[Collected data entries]

* * *

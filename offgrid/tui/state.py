"""What the text UI keeps between runs: recent projects and recovery files.

Everything lives in one folder: ``$OFFGRID_STATE_DIR``, else
``$XDG_STATE_HOME/offgrid``, else ``~/.local/state/offgrid``.

A recovery file holds the exact text of the project that was on screen, the
file it belongs to and the text that file had when it was opened (to tell
whether it changed since).  Each running UI writes its own
``recovery-PID.json`` (atomically) a few seconds after the last edit, and
removes it after a save or a deliberate quit.  A file whose process is no
longer running is offered at the next start.
"""

from __future__ import annotations

import contextlib
import json
import os
import time
from dataclasses import dataclass
from pathlib import Path

from offgrid.project.atomic import atomic_write_text

RECOVERY_FORMAT = "offgrid-recovery"
RECENT_LIMIT = 12


def state_dir() -> Path:
    env = os.environ.get("OFFGRID_STATE_DIR")
    if env:
        return Path(env).expanduser()
    xdg = os.environ.get("XDG_STATE_HOME")
    base = Path(xdg).expanduser() if xdg else Path.home() / ".local" / "state"
    return base / "offgrid"


def _ensure(folder: Path) -> Path:
    folder.mkdir(parents=True, exist_ok=True)
    return folder


# ----------------------------------------------------------------------------- recent files


def recent_projects(folder: Path | None = None) -> list[Path]:
    """Recently used project files that still exist, newest first."""
    f = (folder or state_dir()) / "recent.json"
    try:
        items = json.loads(f.read_text(encoding="utf-8"))
    except (OSError, ValueError):
        return []
    out = []
    for item in items if isinstance(items, list) else []:
        if isinstance(item, str) and Path(item).is_file():
            out.append(Path(item))
    return out


def remember_project(path: Path, folder: Path | None = None) -> None:
    folder = folder or state_dir()
    try:
        _ensure(folder)
        items = [str(p) for p in recent_projects(folder) if p != path]
        items.insert(0, str(path))
        atomic_write_text(
            folder / "recent.json",
            json.dumps(items[:RECENT_LIMIT], indent=1),
            backup=False,
            new_mode=0o600,
        )
    except OSError:
        pass  # a read-only home must not stop the work


# ----------------------------------------------------------------------------- recovery


@dataclass(frozen=True)
class Recovery:
    file: Path  # the recovery file itself
    pid: int
    saved_at: float  # seconds since the epoch
    project_path: str | None  # the project file it belongs to, None if never saved
    title: str
    text: str  # the project exactly as it was on screen
    baseline: str  # the saved text it started from

    @property
    def age_text(self) -> str:
        return time.strftime("%Y-%m-%d %H:%M", time.localtime(self.saved_at))


def _alive(pid: int) -> bool:
    if pid == os.getpid():
        return True
    try:
        os.kill(pid, 0)
    except ProcessLookupError:
        return False
    except PermissionError:
        return True
    except OSError:
        return False
    # A process that has ended but not been reaped (a zombie) still answers kill(0).
    try:
        stat = Path(f"/proc/{pid}/stat").read_text()
        return stat.rsplit(")", 1)[1].split()[0] not in ("Z", "X")
    except (OSError, IndexError):
        return True


class RecoveryStore:
    """This process's recovery file, and the orphans left by earlier runs."""

    def __init__(self, folder: Path | None = None, pid: int | None = None) -> None:
        self.folder = folder or state_dir()
        self.pid = os.getpid() if pid is None else pid
        self.file = self.folder / f"recovery-{self.pid}.json"

    def write(self, text: str, project_path: Path | None, title: str, baseline: str) -> Path:
        body = {
            "format": RECOVERY_FORMAT,
            "pid": self.pid,
            "saved_at": time.time(),
            "project_path": str(project_path) if project_path else None,
            "title": title,
            "text": text,
            "baseline": baseline,
        }
        _ensure(self.folder)
        return atomic_write_text(
            self.file, json.dumps(body, ensure_ascii=False), backup=False, new_mode=0o600
        )  # the project's text: private

    def clear(self) -> None:
        with contextlib.suppress(FileNotFoundError):
            self.file.unlink()

    def orphans(self) -> list[Recovery]:
        """Recovery files whose process has ended, newest first."""
        found = []
        if not self.folder.is_dir():
            return found
        for f in self.folder.glob("recovery-*.json"):
            item = read_recovery(f)
            if item is None or item.file == self.file or _alive(item.pid):
                continue
            found.append(item)
        return sorted(found, key=lambda r: r.saved_at, reverse=True)


def read_recovery(f: Path) -> Recovery | None:
    try:
        body = json.loads(f.read_text(encoding="utf-8"))
        if body.get("format") != RECOVERY_FORMAT:
            return None
        return Recovery(
            file=f,
            pid=int(body["pid"]),
            saved_at=float(body["saved_at"]),
            project_path=body.get("project_path"),
            title=str(body.get("title", "")),
            text=str(body["text"]),
            baseline=str(body.get("baseline", "")),
        )
    except (OSError, ValueError, KeyError, TypeError):
        return None


def discard_recovery(item: Recovery) -> None:
    with contextlib.suppress(FileNotFoundError):
        item.file.unlink()
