"""The arm: the controller's pinocchio model, the plant's (deliberately different) model, the tip.

The controller computes with the URDF as written. The simulated plant is the same
kinematic chain with the deviations the problem file states: an unmodelled payload
at the tip and mass scales per link. Their difference is one of the things that
makes tracking error honest (``DESIGN.md``, "What makes the simulation honest").
"""

from __future__ import annotations

import contextlib
import logging
import math
import os
import re
import sys
from collections.abc import Callable, Iterator, Mapping, Sequence
from dataclasses import dataclass, field
from pathlib import Path
from typing import Any

import numpy as np
import pinocchio as pin

from .exceptions import ProblemError

__all__ = [
    "DECLARATION",
    "LWA",
    "MAX_LINKS",
    "MAX_URDF_BYTES",
    "MAX_XML_DEPTH",
    "URDF_JOINT_TYPES",
    "Arm",
    "PlantDeviation",
    "build_model",
    "check_urdf_content",
    "link_inertials",
    "read_urdf",
    "refuse_declarations",
    "sanitize_urdf",
    "xml_depth",
]

log = logging.getLogger(__name__)

LWA = pin.ReferenceFrame.LOCAL_WORLD_ALIGNED

#: Joint model short names pinocchio uses for the one-DoF joints this tool accepts.
_ONE_DOF = ("JointModelR", "JointModelP", "JointModelRevolute", "JointModelPrismatic")


@dataclass(frozen=True)
class PlantDeviation:
    """How the simulated plant differs from the controller's model."""

    payload_kg: float = 0.0
    """Point-like payload at the tip the controller does not know [kg]."""
    payload_offset_m: tuple[float, float, float] = (0.0, 0.0, 0.0)
    """Payload centre of mass in the tip frame [m]."""
    payload_radius_m: float = 0.03
    """Radius of the solid sphere used for the payload inertia [m]."""
    mass_scale: float = 1.0
    """Scale on every link's mass and inertia in the plant [-]."""
    link_mass_scale: Mapping[str, float] = field(default_factory=dict)
    """Extra scale per link name, multiplied with ``mass_scale`` [-]."""


@contextlib.contextmanager
def _stderr_caught() -> Iterator[Callable[[], list[str]]]:
    """Hold what C++ code writes to file descriptor 2 during the block (the URDF reader
    prints its complaints there); the yielded function returns those lines afterwards."""
    import tempfile

    lines: list[str] = []
    try:
        sys.stderr.flush()
        saved = os.dup(2)
    except (OSError, ValueError):  # no usable fd 2 (embedded, closed): nothing to hold
        yield lambda: lines
        return
    with tempfile.TemporaryFile() as tmp:
        os.dup2(tmp.fileno(), 2)
        try:
            yield lambda: lines
        finally:
            os.dup2(saved, 2)
            os.close(saved)
            tmp.seek(0)
            lines += tmp.read(20_000).decode("utf-8", "replace").splitlines()


def build_model(urdf_xml: str, source: object) -> pin.Model:
    """Build a fixed-base pinocchio model from URDF text; errors name ``source``."""
    with _stderr_caught() as noise:
        try:
            model = pin.buildModelFromXML(urdf_xml)
        except Exception as err:  # pinocchio raises ValueError/RuntimeError with C++ text
            failure: Exception | None = err
        else:
            failure = None
    if failure is not None:
        # the C++ reader's own reason (its "Error: ..." lines on stderr) beats the wrapper's
        said = [ln.strip().removeprefix("Error:").strip() for ln in noise() if "Error" in ln]
        first = said[0] if said else (str(failure).strip().splitlines() or [""])[0]
        raise ProblemError(
            source, "", f"URDF could not be read: {first or type(failure).__name__}"
        ) from failure
    if model.nv == 0:
        raise ProblemError(source, "", "URDF has no movable joint")
    for jid in range(1, model.njoints):
        short = model.joints[jid].shortname()
        if not short.startswith(_ONE_DOF) or model.joints[jid].nq != 1:
            raise ProblemError(
                source,
                "",
                f"joint '{model.names[jid]}' is of type {short}; only revolute and prismatic "
                "joints with limits are supported (continuous joints: give them limits)",
            )
    return model


class Arm:
    """Controller model, plant model and tip frame of one arm.

    Args:
        urdf_xml: the URDF document.
        tip_frame: name of the frame whose pose the task controls.
        home: home joint positions [rad or m], length n.
        deviation: plant deviation from the model.
        source: the URDF's file name, for messages.
        armature: reflected rotor inertia per joint [kg·m²], known to model and plant alike.
        model: the pinocchio model ``build_model`` made of ``urdf_xml`` (copied), to save
            building it again.
    """

    def __init__(
        self,
        urdf_xml: str,
        tip_frame: str,
        home: Sequence[float] | np.ndarray | None = None,
        deviation: PlantDeviation | None = None,
        source: object = None,
        armature: Sequence[float] | np.ndarray | None = None,
        model: pin.Model | None = None,
    ) -> None:
        self.source = source
        self.urdf_xml = urdf_xml
        self.model = build_model(urdf_xml, source) if model is None else model.copy()
        if not self.model.existFrame(tip_frame):
            names = [f.name for f in self.model.frames if f.name != "universe"]
            raise ProblemError(
                source,
                "tip_frame",
                f"frame '{tip_frame}' not in the URDF; frames: {', '.join(names)}",
            )
        if armature is not None:
            self.model.armature = np.asarray(armature, dtype=float).copy()
        self.tip_frame = tip_frame
        self.tip_id = self.model.getFrameId(tip_frame)
        self.n = self.model.nv
        self.joint_names: tuple[str, ...] = tuple(self.model.names[1:])
        self.effort = _ro(self.model.effortLimit)
        self.lower = _ro(self.model.lowerPositionLimit)
        self.upper = _ro(self.model.upperPositionLimit)
        self.velocity_limit = _ro(self.model.velocityLimit)
        self.link_names: tuple[str, ...] = tuple(
            f.name for f in self.model.frames if f.type == pin.FrameType.BODY
        )
        q0 = np.zeros(self.n) if home is None else np.asarray(home, dtype=float)
        self.home = _ro(q0)
        self._link_inertials = link_inertials(urdf_xml)
        self.deviation = deviation or PlantDeviation()
        self.plant_model = self._build_plant(self.deviation)
        self._data = self.model.createData()

    def _build_plant(self, dev: PlantDeviation) -> pin.Model:
        plant = self.model.copy()
        scale = np.ones(plant.njoints)
        scale[:] = dev.mass_scale
        for link, s in dev.link_mass_scale.items():
            if link not in self._link_inertials:
                raise ProblemError(
                    None,
                    f"plant.link_mass_scale.{link}",
                    f"no link with an inertial named '{link}'; links: "
                    + ", ".join(sorted(self._link_inertials)),
                )
            # A link's inertia is lumped into its parent joint; add the scaled difference.
            frame = plant.frames[plant.getFrameId(link)]
            own = self._link_inertials[link]
            jid = frame.parentJoint
            plant.inertias[jid] = plant.inertias[jid] + _scaled(frame.placement.act(own), s - 1.0)
        for jid in range(1, plant.njoints):
            plant.inertias[jid] = _scaled(plant.inertias[jid], float(scale[jid]))
        if dev.payload_kg > 0.0:
            tip = plant.frames[self.tip_id]
            sphere = pin.Inertia.FromSphere(dev.payload_kg, dev.payload_radius_m)
            offset = pin.SE3(np.eye(3), np.asarray(dev.payload_offset_m, dtype=float))
            plant.inertias[tip.parentJoint] = plant.inertias[tip.parentJoint] + (
                tip.placement * offset
            ).act(sphere)
        return plant

    def with_deviation(self, deviation: PlantDeviation) -> Arm:
        """The same arm and controller model with another plant deviation."""
        other = Arm(
            self.urdf_xml,
            self.tip_frame,
            self.home,
            deviation,
            self.source,
            armature=np.array(self.model.armature),
            model=self.model,
        )
        other.effort = self.effort
        return other

    def tip_pose(self, q: np.ndarray) -> tuple[np.ndarray, np.ndarray]:
        """Tip position [m] (3,) and rotation (3, 3) in the world, controller model."""
        pin.framesForwardKinematics(self.model, self._data, q)
        f = self._data.oMf[self.tip_id]
        return f.translation.copy(), f.rotation.copy()

    def tip_jacobian(self, q: np.ndarray) -> np.ndarray:
        """6×n tip Jacobian, world-aligned at the tip, rows [linear; angular]."""
        return pin.computeFrameJacobian(self.model, self._data, q, self.tip_id, LWA)

    def gravity(self, q: np.ndarray) -> np.ndarray:
        """Gravity torque of the controller model [N·m] (n,)."""
        return pin.computeGeneralizedGravity(self.model, self._data, q).copy()

    def mass_matrix(self, q: np.ndarray) -> np.ndarray:
        """Joint-space mass matrix of the controller model (n, n)."""
        return pin.crba(self.model, self._data, q).copy()


def _scaled(inertia: pin.Inertia, s: float) -> pin.Inertia:
    """Inertia with mass, first and second moments all scaled by ``s`` (linear parameters)."""
    return pin.Inertia.FromDynamicParameters(inertia.toDynamicParameters() * s)
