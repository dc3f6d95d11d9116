"""Command line: ``check``, ``score``, ``search``, ``compare``, ``swap``, ``fit``, ``report``,
``sensitivity``, ``upgrade``, ``export``.

Parsing and printing only."""

from __future__ import annotations

import argparse
import contextlib
import functools
import logging
import sys
import warnings
from collections.abc import Callable, Sequence
from pathlib import Path
from typing import TYPE_CHECKING

from . import __version__
from .exceptions import InputError, TierplanError, printable

if TYPE_CHECKING:
    pass

EXIT_OK = 0
EXIT_FAILED = 1
EXIT_INPUT = 2
EXIT_INTERRUPTED = 130


def _parser() -> argparse.ArgumentParser:
    p = argparse.ArgumentParser(
        prog="tierplan",
        description="Choose tiered task-space controller plans for arms whose actuators differ "
        "in torque bandwidth, by closed-loop simulation. Simulation only: see the README's "
        "safety section before any plan goes near hardware.",
    )
    p.add_argument("--version", action="version", version=f"tierplan {__version__}")
    p.add_argument("--debug", action="store_true", help="show tracebacks and debug logging")
    sub = p.add_subparsers(dest="command", metavar="COMMAND")

    c = sub.add_parser("check", help="validate a problem file and print its summary")
    c.add_argument("problem", type=Path, help="problem file (TOML)")

    s = sub.add_parser("score", help="simulate plans (and baselines) on a problem's trajectories")
    s.add_argument(
        "problem",
        type=Path,
        nargs="?",
        help="problem file (TOML); with --from, default: the run's own",
    )
    s.add_argument(
        "--from",
        dest="from_dir",
        type=Path,
        metavar="RUN",
        help="re-score every ranked entry of a search's results folder and check that the "
        "numbers of its ranking.json are reproduced exactly",
    )
    s.add_argument(
        "--figures",
        type=Path,
        metavar="DIR",
        help="draw error-over-time, torque-per-tier and torque-spectrum PNGs into DIR",
    )
    s.add_argument(
        "--plan",
        type=Path,
        action="append",
        default=[],
        metavar="FILE",
        help="plan file (TOML); repeat for several",
    )
    s.add_argument(
        "--baselines",
        action="store_true",
        help="also score single-tier OSC and joint-space CLIK + PD at the gains of "
        "the problem's [baseline] table",
    )
    s.add_argument("--json", type=Path, metavar="FILE", help="write the scores as JSON")
    s.add_argument(
        "--rollouts",
        type=Path,
        metavar="DIR",
        help="write each rollout on the nominal plant as CSV into DIR (time, joints, commands, "
        "delivered torques, tip and reference pose; the format 'validate' reads)",
    )
    s.add_argument(
        "--no-margin",
        action="store_true",
        help="skip the stability margins (faster; they show as –)",
    )
    s.add_argument(
        "--plants",
        type=int,
        metavar="N",
        help="also run the first N perturbed plants of the search's set (default: "
        "[perturb] plants of the problem; 0 for the nominal plant only)",
    )
    r = sub.add_parser(
        "search",
        help="search tier plans with optuna; tune both baselines on the same budget; rank all",
    )
    r.add_argument("problem", type=Path, help="problem file (TOML)")
    _search_options(r, "main")
    r.add_argument(
        "--plan",
        type=Path,
        action="append",
        default=[],
        metavar="FILE",
        help="hand plan to rank beside the optimized ones; repeatable",
    )
    w = sub.add_parser(
        "swap",
        help="apply new actuator settings, re-score a previous run's plans, search again "
        "from them, show what changed",
    )
    w.add_argument("problem", type=Path, help="problem file (TOML)")
    w.add_argument(
        "--actuators",
        type=Path,
        action="append",
        required=True,
        metavar="FILE",
        help="actuator file: [actuators.<joint>] tables with the keys of the problem file; "
        "repeatable, applied in order",
    )
    w.add_argument(
        "--from",
        dest="from_dir",
        type=Path,
        required=True,
        metavar="RUN",
        help="results folder of the earlier search (results/<problem>/<study>)",
    )
    _search_options(r=w, study_default=None)
    c2 = sub.add_parser(
        "compare",
        help="score plans side by side on the same trajectories and seeds, optionally on "
        "perturbed plants",
    )
    c2.add_argument("problem", type=Path, help="problem file (TOML)")
    c2.add_argument("plans", type=Path, nargs="*", metavar="PLAN", help="plan files (TOML)")
    c2.add_argument(
        "--from",
        dest="from_dir",
        type=Path,
        metavar="RUN",
        help="also compare a search's best plan, its hand plans and both tuned baselines "
        "(exact gains), and write robustness.json into that folder for its report",
    )
    c2.add_argument(
        "--figures",
        type=Path,
        metavar="DIR",
        help="draw the robustness and margin PNGs into DIR",
    )
    _refresh_option(c2)
    c2.add_argument(
        "--perturb",
        type=int,
        default=0,
        metavar="N",
        help="also run N perturbed plants (spreads in the problem's [perturb] table)",
    )
    c2.add_argument(
        "--seed",
        type=int,
        help="seed of the perturbed plants (default: [perturb] seed, the search's own set; "
        "give another to check plans on plants the search never saw)",
    )
    c2.add_argument(
        "--baselines",
        action="store_true",
        help="include both baselines at the gains of the problem's [baseline] table",
    )
    c2.add_argument("--json", type=Path, metavar="FILE", help="write the results as JSON")
    rp = sub.add_parser(
        "report",
        help="write report.md with figures for a search's results folder",
    )
    rp.add_argument(
        "run", type=Path, metavar="RUN", help="results folder (results/<problem>/<study>)"
    )
    rp.add_argument(
        "--problem",
        type=Path,
        metavar="FILE",
        help="problem file (default: the one named in the run's run.json)",
    )
    _refresh_option(rp)
    sv = sub.add_parser(
        "sensitivity",
        help="how a run's best plan reacts to a step of each plant parameter (tornado)",
    )
    sv.add_argument("run", type=Path, metavar="RUN", help="results folder of a search")
    sv.add_argument("--problem", type=Path, metavar="FILE", help="problem (default: the run's)")
    sv.add_argument("--json", type=Path, metavar="FILE", help="also write the table as JSON")
    up = sub.add_parser(
        "upgrade",
        help="which joint's drive is worth making faster: each upgraded in turn, best plan "
        "re-scored on the robust objective",
    )
    up.add_argument("problem", type=Path, help="problem file (TOML)")
    up.add_argument(
        "--from",
        dest="from_dir",
        type=Path,
        required=True,
        metavar="RUN",
        help="results folder of a search: its ranked plans are the candidates",
    )
    up.add_argument(
        "--factor",
        type=float,
        default=2.0,
        help="how much faster the upgraded drive is (default 2: twice the bandwidth)",
    )
    up.add_argument(
        "--top", type=int, default=5, help="ranked plans of the run used as candidates (default 5)"
    )
    up.add_argument("--json", type=Path, metavar="FILE", help="also write the table as JSON")
    ex = sub.add_parser(
        "export",
        help="write a plan's law as a header-only C++ file (Eigen 3) with a check program",
    )
    ex.add_argument("problem", type=Path, help="problem file (TOML)")
    ex.add_argument("--plan", type=Path, required=True, metavar="FILE", help="plan file (TOML)")
    ex.add_argument("--out", type=Path, required=True, metavar="DIR", help="folder to write")
    va = sub.add_parser(
        "validate",
        help="replay a plan on a trajectory beside a measured run's log; calibrate the plant's "
        "deviation (payload, friction, delay, bandwidth) from it",
    )
    va.add_argument("problem", type=Path, help="problem file (TOML)")
    va.add_argument("--plan", type=Path, required=True, metavar="FILE", help="the plan that ran")
    va.add_argument(
        "--log",
        type=Path,
        required=True,
        metavar="CSV",
        help="the run in the rollout-log format (see 'score --rollouts')",
    )
    va.add_argument(
        "--trajectory",
        required=True,
        metavar="NAME",
        help="the problem's trajectory the run followed",
    )
    va.add_argument(
        "--write",
        type=Path,
        metavar="TOML",
        help="write the calibrated problem file here (comments kept)",
    )
    va.add_argument(
        "--from",
        dest="from_dir",
        type=Path,
        metavar="RUN",
        help="re-score that run's ranked plans under the calibrated plant",
    )
    va.add_argument(
        "--figure",
        type=Path,
        metavar="PNG",
        help="error spectra, measured against predicted (default results/validate/<log name>.png)",
    )
    f = sub.add_parser(
        "fit",
        help="fit an actuator model (lag + delay) to a bench log: frequency response or "
        "commanded/measured torque over time",
    )
    f.add_argument(
        "log",
        type=Path,
        help="CSV with header 'frequency_hz,magnitude_db,phase_deg' or "
        "'time_s,commanded_nm,measured_nm'",
    )
    f.add_argument("--joint", help="URDF joint the log belongs to (needed by --write)")
    f.add_argument(
        "--model",
        default="auto",
        choices=["auto", "first_order", "second_order"],
        help="model kind; 'auto' (default) fits both and picks by BIC",
    )
    f.add_argument(
        "--phase-at",
        type=float,
        default=10.0,
        metavar="HZ",
        help="report the phase lag at this frequency (default 10 Hz)",
    )
    f.add_argument("--json", type=Path, metavar="FILE", help="write the fit as JSON ('-': stdout)")
    f.add_argument(
        "--plot",
        type=Path,
        metavar="FILE",
        help="PNG of data against fit (default results/fits/<log name>.png)",
    )
    f.add_argument("--no-plot", action="store_true", help="draw no PNG")
    f.add_argument(
        "--write",
        type=Path,
        metavar="TOML",
        help="set [actuators.<joint>] model, parameters and delay_ms in this actuator or "
        "problem file (created if absent); every other setting in it is kept",
    )
    return p


def _refresh_option(p: argparse.ArgumentParser) -> None:
    p.add_argument(
        "--storage",
        metavar="URL_OR_FILE",
        help="first re-read the run's studies from this storage (any optuna URL, e.g. the "
        "PostgreSQL database several hosts searched on) and rewrite the run's ranking files",
    )
    p.add_argument("--study", help="with --storage: the plan study (default: the run's)")


def _refresh(run_dir: Path, prob, storage: str, study: str | None) -> None:  # type: ignore[no-untyped-def]
    """Rewrite a run folder's ranking from the studies in ``storage`` (no trial is run)."""
    from . import search as srch
    from .rundir import read_run
    from .runs import RunSettings, run_studies, write_run

    old = read_run(run_dir).record
    settings = RunSettings(
        storage=storage,
        study=study or str(old.get("study") or run_dir.name),
        trials=0,
        baseline_trials=0,
        seed=int(old.get("seed") or 0),
        objectives=tuple(old.get("objectives") or ("error",)),
        add=True,
        informed=False,
    )
    result = run_studies(prob, settings)
    record = {
        **old,
        "study": settings.study,
        "finished_trials": {k: srch.finished(st) for k, st in result.studies.items()},
        "refreshed_from": srch._redact(storage),
    }
    write_run(run_dir, prob, result, record)
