def check_where(text: str, columns: Collection[str]) -> exp.Expression:
    """Parse a ``--where`` condition and return it with every column quoted.

    Why so narrow: the condition is spliced into a WHERE clause of our own
    SQL, so it must not be able to do anything but compare values. Allowed are
    column names from ``columns``, literals, comparisons (including IS [NOT]
    NULL and IS [NOT] DISTINCT FROM), AND/OR/NOT, IN with a list of literals,
    BETWEEN, LIKE/ILIKE, arithmetic, parentheses and a CAST to a plain type.
    Function calls, subqueries, parameters and ``*`` are refused.

    Every column in the returned tree is a quoted identifier with the exact
    spelling from ``columns``, and comments are dropped, so rendering it with
    ``.sql(dialect="duckdb")`` gives safe text.
    """
    if not isinstance(text, str) or not text.strip():
        raise QueryRefused("refused: the --where condition is empty", hint="for example: r2 > 0.9")
    if len(text) > MAX_QUERY_CHARS:
        raise QueryRefused(f"refused: the --where condition is {len(text)} characters long")
    tokens = _tokenize(text, what="the --where condition")
    for token in tokens:
        if token.token_type == TokenType.SEMICOLON:
            raise QueryRefused(
                "refused: ';' in the --where condition; pass one condition, not statements",
                line=token.line,
                column=_token_column(token),
            )
    try:
        with _quiet_sqlglot():
            parsed = sqlglot.parse_one(text, read=DIALECT)
    except Exception as error:  # any parser failure means "no"
        line, column = _error_position(error)
        raise QueryRefused(
            f"refused: cannot parse the --where condition: {first_line(error)}",
            line=line,
            column=column,
        ) from None
    if not isinstance(parsed, exp.Expression):
        raise QueryRefused("refused: the --where condition is empty")

    for node in parsed.walk():
        _check_where_node(node)
    root = parsed.unnest() if isinstance(parsed, exp.Paren) else parsed
    if not isinstance(root, (*_WHERE_PREDICATES, exp.Boolean, exp.Column)):
        raise QueryRefused(
            f"refused: --where needs a condition, not {_describe_node(root)}",
            hint="compare a column with a value, for example: slope < 0",
        )

    known = list(columns)
    tree = parsed
    for reference in list(tree.find_all(exp.Column)):
        quoted = exp.column(_resolve_column(reference, known), quoted=True)
        if reference is tree:
            tree = quoted
        else:
            reference.replace(quoted)
    for node in tree.walk():
        node.comments = None
    return tree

* * *

Looking back over the data above, restate word for word the lines that begin at the line with "def build_model(urdf_xml: str, source: object)" and end at the line with "short = model.joints[jid].shortname()", inclusive.

def build_model(urdf_xml: str, source: object) -> pin.Model:
    """Build a fixed-base pinocchio model from URDF text; errors name ``source``."""
    with _stderr_caught() as noise:
        try:
            model = pin.buildModelFromXML(urdf_xml)
        except Exception as err:  # pinocchio raises ValueError/RuntimeError with C++ text
            failure: Exception | None = err
        else:
            failure = None
    if failure is not None:
        # the C++ reader's own reason (its "Error: ..." lines on stderr) beats the wrapper's
        said = [ln.strip().removeprefix("Error:").strip() for ln in noise() if "Error" in ln]
        first = said[0] if said else (str(failure).strip().splitlines() or [""])[0]
        raise ProblemError(
            source, "", f"URDF could not be read: {first or type(failure).__name__}"
        ) from failure
    if model.nv == 0:
        raise ProblemError(source, "", "URDF has no movable joint")
    for jid in range(1, model.njoints):
        short = model.joints[jid].shortname()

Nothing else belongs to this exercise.